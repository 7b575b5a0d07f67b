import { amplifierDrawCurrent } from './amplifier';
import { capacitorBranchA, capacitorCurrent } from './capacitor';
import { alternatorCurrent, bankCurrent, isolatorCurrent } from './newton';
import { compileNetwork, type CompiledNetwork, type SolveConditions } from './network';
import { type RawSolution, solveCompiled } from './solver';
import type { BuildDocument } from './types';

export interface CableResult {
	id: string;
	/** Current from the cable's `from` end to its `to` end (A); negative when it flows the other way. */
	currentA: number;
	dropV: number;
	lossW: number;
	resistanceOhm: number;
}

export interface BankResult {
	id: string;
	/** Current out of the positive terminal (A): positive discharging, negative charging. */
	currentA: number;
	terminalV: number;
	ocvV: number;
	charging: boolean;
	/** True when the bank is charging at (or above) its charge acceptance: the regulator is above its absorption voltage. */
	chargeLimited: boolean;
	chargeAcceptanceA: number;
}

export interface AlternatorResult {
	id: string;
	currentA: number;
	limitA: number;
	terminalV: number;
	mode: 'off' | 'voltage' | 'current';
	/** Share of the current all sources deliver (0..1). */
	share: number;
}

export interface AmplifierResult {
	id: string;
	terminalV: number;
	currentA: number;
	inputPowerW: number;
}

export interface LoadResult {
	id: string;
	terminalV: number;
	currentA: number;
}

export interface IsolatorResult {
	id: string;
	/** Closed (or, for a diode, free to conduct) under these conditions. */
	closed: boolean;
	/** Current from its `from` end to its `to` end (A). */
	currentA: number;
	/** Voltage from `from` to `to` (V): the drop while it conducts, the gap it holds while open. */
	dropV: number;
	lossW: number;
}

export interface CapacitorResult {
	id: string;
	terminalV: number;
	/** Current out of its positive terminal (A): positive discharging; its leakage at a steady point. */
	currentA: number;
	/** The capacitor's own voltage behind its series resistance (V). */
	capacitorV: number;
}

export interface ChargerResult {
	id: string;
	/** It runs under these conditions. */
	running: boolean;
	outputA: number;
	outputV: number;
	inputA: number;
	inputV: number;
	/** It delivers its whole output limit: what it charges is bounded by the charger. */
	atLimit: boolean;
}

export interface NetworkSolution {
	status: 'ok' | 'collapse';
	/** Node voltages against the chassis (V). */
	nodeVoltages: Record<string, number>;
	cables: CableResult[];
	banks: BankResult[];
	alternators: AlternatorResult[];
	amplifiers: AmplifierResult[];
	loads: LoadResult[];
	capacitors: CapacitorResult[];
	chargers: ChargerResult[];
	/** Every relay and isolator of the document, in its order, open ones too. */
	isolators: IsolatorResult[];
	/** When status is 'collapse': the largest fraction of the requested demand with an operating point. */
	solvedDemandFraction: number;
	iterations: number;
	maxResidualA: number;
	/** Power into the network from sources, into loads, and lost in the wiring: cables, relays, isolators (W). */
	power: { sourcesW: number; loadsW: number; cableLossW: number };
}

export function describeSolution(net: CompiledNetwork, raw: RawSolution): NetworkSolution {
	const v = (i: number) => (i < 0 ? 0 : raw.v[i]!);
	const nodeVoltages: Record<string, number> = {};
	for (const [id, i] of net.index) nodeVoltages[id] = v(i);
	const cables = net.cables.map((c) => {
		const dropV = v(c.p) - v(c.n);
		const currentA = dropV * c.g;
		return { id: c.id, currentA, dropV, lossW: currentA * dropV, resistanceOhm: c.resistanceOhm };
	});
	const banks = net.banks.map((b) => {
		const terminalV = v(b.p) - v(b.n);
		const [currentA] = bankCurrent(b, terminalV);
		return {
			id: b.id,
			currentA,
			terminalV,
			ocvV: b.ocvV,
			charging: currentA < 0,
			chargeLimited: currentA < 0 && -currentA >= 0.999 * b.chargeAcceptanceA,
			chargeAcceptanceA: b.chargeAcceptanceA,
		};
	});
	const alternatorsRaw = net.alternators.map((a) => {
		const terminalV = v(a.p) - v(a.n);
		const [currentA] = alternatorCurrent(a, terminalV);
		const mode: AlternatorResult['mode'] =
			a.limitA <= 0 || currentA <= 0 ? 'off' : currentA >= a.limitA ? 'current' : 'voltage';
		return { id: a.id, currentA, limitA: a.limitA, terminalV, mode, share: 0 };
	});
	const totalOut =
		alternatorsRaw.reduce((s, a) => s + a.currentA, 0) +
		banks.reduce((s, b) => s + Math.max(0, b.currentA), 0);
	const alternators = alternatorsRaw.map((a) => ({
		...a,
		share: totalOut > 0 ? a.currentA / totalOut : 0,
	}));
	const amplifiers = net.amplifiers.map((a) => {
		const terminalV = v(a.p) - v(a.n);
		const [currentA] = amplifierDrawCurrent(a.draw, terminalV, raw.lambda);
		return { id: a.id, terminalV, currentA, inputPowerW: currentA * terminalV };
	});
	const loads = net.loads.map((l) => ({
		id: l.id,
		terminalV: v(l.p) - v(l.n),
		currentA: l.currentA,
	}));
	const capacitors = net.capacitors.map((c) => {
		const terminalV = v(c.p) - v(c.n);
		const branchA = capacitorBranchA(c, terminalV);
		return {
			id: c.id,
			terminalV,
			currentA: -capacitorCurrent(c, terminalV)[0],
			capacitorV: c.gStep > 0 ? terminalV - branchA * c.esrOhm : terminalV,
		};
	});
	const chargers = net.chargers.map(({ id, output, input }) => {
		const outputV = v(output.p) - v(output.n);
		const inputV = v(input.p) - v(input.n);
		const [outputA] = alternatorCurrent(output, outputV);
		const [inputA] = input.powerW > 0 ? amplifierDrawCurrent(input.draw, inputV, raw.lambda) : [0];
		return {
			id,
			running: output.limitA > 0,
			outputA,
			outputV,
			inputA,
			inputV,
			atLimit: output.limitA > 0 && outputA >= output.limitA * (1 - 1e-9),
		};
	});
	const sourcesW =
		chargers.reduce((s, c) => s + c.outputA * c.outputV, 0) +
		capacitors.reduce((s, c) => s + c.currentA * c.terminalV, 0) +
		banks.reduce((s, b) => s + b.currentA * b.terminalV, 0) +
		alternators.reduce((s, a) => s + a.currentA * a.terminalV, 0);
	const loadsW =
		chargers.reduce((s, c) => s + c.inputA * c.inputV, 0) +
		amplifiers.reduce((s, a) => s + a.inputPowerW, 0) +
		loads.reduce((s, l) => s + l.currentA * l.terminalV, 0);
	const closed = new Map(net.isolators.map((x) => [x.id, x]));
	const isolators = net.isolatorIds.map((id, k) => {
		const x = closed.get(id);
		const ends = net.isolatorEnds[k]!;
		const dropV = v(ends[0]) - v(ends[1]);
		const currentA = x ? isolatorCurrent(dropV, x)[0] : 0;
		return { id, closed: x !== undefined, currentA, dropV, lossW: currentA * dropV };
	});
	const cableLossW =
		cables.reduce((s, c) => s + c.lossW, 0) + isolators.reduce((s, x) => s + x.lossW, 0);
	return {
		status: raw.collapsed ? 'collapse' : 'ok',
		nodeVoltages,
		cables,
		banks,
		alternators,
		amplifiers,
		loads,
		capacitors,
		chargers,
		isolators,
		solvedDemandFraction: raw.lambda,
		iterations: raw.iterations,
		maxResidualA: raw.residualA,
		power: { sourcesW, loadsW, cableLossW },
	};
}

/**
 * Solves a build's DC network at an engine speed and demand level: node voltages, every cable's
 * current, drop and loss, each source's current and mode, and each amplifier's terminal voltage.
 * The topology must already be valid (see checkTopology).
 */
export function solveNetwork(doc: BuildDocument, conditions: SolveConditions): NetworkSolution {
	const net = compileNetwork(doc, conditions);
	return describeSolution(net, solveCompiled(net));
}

────────────────────────────────────────

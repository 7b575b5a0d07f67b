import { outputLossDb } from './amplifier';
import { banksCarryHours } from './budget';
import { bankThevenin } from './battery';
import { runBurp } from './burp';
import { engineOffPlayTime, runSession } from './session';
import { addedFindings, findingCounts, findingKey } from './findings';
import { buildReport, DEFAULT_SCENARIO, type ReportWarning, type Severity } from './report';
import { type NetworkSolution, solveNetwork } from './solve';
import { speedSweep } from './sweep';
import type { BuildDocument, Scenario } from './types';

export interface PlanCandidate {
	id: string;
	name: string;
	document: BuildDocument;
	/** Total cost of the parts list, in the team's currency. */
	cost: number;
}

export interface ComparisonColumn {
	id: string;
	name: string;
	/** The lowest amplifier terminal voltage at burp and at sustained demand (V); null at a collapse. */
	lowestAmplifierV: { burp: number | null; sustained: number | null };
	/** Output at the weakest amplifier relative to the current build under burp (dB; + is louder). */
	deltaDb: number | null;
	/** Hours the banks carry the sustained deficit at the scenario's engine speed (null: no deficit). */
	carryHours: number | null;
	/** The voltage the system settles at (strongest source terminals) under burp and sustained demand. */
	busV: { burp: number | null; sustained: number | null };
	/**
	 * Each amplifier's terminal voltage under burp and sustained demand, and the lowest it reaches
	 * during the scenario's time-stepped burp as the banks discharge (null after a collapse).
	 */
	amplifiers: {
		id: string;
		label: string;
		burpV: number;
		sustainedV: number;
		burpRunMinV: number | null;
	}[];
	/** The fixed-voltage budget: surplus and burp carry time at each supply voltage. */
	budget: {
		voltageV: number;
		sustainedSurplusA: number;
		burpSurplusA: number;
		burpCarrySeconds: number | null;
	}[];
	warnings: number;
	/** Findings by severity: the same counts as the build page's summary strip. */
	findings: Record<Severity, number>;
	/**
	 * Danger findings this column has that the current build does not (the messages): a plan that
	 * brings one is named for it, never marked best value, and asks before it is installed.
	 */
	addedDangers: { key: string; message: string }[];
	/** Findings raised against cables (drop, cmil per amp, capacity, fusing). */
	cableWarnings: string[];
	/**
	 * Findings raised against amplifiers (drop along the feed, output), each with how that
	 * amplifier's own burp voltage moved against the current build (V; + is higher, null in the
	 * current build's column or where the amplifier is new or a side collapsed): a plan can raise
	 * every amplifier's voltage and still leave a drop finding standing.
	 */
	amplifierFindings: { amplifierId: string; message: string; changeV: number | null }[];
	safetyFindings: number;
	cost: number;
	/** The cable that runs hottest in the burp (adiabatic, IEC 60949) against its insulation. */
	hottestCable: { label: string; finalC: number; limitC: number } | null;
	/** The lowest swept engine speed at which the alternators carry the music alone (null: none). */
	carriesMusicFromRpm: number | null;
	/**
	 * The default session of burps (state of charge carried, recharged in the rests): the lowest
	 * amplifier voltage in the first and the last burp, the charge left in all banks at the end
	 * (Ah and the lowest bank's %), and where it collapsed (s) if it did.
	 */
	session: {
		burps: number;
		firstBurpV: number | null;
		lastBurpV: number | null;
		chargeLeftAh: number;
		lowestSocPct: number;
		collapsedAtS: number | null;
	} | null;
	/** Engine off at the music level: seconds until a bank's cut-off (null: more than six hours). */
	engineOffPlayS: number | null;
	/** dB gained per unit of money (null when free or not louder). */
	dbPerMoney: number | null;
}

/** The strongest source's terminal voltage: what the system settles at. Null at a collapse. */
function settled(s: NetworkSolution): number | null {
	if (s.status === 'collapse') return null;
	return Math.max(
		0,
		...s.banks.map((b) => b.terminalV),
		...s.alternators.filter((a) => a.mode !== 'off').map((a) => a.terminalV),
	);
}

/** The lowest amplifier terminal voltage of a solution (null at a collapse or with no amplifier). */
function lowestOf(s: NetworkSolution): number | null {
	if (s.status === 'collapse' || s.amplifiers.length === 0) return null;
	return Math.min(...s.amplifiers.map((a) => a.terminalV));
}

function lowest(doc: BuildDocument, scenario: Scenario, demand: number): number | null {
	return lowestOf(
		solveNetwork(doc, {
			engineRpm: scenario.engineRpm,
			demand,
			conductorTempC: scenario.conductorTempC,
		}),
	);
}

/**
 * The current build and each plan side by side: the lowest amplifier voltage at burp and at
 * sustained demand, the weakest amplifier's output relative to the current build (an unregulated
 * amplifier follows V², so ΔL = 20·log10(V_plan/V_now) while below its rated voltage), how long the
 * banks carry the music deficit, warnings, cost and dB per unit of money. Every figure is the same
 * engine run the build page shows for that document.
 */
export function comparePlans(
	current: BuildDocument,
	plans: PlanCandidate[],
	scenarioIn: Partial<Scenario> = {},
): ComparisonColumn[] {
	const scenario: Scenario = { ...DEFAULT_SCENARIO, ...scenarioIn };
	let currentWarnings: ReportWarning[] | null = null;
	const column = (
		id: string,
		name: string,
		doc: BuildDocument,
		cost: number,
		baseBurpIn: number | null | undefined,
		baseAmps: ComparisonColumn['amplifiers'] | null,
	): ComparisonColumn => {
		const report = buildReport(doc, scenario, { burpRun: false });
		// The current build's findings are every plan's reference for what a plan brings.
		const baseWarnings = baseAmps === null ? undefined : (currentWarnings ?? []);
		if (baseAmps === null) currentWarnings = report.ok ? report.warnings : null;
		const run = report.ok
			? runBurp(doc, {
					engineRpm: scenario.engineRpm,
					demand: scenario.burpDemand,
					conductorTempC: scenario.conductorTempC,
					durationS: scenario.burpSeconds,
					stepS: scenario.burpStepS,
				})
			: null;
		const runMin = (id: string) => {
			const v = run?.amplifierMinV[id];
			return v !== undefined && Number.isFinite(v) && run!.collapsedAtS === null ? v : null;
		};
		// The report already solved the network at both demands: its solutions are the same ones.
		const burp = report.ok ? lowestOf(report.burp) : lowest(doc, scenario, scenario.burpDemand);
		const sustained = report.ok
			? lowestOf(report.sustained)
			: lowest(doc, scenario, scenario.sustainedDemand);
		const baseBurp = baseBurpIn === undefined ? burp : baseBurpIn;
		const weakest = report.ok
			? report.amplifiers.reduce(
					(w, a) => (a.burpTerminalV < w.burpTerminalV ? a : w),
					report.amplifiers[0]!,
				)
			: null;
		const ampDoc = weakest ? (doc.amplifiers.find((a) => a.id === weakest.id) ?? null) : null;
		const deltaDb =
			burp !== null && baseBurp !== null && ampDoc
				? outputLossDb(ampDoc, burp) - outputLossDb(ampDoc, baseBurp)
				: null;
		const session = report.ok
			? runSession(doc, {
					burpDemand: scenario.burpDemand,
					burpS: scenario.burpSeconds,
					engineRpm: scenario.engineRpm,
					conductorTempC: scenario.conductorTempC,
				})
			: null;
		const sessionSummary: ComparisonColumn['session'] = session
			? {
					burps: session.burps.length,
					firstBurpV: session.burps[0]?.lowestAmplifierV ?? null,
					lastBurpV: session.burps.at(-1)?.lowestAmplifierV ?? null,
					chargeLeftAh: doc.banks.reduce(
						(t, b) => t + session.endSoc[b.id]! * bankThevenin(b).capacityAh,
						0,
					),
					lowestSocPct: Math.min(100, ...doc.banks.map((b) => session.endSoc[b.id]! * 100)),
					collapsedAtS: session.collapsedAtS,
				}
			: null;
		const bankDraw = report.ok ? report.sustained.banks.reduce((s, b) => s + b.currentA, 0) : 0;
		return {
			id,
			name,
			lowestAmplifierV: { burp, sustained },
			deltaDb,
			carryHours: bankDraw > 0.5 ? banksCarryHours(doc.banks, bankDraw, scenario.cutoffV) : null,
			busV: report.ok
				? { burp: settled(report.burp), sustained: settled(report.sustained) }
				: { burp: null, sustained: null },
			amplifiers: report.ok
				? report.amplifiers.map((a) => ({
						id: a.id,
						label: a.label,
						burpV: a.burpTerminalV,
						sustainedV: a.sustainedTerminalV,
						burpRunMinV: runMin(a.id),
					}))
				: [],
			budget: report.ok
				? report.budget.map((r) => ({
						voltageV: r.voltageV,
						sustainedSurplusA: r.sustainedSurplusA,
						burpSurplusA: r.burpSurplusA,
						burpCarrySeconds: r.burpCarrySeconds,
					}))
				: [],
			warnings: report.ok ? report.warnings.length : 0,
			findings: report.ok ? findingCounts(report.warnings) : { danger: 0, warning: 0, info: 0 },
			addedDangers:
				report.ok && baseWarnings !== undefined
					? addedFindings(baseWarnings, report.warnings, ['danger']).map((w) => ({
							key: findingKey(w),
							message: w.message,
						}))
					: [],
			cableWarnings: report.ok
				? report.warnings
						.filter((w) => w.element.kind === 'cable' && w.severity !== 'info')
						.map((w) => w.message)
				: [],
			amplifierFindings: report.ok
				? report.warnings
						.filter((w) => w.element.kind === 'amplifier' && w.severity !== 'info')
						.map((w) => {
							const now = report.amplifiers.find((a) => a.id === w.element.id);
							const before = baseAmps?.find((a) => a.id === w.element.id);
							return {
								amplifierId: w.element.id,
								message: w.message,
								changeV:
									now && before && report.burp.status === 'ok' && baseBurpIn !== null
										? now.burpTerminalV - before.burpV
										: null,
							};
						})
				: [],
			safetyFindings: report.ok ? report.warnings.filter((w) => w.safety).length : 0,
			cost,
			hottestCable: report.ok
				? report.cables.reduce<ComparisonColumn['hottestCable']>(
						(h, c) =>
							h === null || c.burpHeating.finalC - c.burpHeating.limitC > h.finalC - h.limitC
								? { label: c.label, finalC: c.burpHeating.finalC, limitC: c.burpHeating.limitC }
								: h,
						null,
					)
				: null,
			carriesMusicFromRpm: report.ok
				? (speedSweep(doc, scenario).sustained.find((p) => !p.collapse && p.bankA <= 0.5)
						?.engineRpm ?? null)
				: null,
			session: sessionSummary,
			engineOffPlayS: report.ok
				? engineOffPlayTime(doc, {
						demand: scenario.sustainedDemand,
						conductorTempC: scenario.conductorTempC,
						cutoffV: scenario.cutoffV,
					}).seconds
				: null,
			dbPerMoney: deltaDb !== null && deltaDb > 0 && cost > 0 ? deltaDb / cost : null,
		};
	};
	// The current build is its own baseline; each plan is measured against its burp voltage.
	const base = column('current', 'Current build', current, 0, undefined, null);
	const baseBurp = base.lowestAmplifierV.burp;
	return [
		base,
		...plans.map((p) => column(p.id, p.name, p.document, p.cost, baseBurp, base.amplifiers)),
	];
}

────────────────────────────────────────

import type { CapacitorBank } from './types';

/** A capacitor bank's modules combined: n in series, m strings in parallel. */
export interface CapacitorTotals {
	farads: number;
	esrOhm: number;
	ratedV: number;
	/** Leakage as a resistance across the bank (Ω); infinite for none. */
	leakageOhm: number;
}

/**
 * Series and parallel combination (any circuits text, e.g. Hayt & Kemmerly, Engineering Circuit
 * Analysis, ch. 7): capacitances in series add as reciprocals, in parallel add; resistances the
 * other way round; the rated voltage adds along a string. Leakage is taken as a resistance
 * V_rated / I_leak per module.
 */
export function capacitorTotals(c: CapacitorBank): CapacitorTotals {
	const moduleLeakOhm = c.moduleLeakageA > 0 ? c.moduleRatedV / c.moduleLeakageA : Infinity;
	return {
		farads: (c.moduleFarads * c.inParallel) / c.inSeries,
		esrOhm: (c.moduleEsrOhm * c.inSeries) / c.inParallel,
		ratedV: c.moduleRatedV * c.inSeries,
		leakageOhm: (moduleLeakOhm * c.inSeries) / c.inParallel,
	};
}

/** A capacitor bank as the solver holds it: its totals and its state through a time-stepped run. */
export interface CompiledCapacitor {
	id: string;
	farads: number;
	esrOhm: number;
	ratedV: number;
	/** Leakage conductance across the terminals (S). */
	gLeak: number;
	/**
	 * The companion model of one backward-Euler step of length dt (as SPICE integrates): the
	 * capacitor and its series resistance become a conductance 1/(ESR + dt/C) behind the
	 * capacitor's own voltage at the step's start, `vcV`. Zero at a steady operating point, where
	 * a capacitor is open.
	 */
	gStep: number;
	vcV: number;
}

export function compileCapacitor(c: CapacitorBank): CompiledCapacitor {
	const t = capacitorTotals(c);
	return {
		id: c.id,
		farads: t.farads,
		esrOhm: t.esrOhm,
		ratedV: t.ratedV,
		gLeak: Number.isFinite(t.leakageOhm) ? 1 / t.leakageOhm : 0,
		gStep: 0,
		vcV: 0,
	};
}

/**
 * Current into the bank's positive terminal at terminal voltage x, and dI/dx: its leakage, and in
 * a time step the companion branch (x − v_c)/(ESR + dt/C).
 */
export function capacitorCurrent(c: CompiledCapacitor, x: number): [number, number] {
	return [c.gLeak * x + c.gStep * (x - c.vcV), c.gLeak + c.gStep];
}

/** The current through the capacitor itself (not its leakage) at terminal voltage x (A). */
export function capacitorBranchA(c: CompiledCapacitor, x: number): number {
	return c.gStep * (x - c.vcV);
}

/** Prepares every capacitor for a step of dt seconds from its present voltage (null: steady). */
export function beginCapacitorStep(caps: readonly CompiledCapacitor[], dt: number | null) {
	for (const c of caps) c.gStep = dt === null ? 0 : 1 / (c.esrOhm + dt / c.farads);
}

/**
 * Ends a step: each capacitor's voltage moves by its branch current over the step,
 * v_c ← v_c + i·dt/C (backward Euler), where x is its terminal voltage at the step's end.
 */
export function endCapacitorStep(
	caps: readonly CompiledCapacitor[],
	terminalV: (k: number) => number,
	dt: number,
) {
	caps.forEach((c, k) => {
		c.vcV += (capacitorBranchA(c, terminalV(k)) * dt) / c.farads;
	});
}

────────────────────────────────────────

PROBLEM TO SOLVE
Tally the lines of the listing that contain "SolveConditions" and give the tally alone.

YOUR SOLUTION
2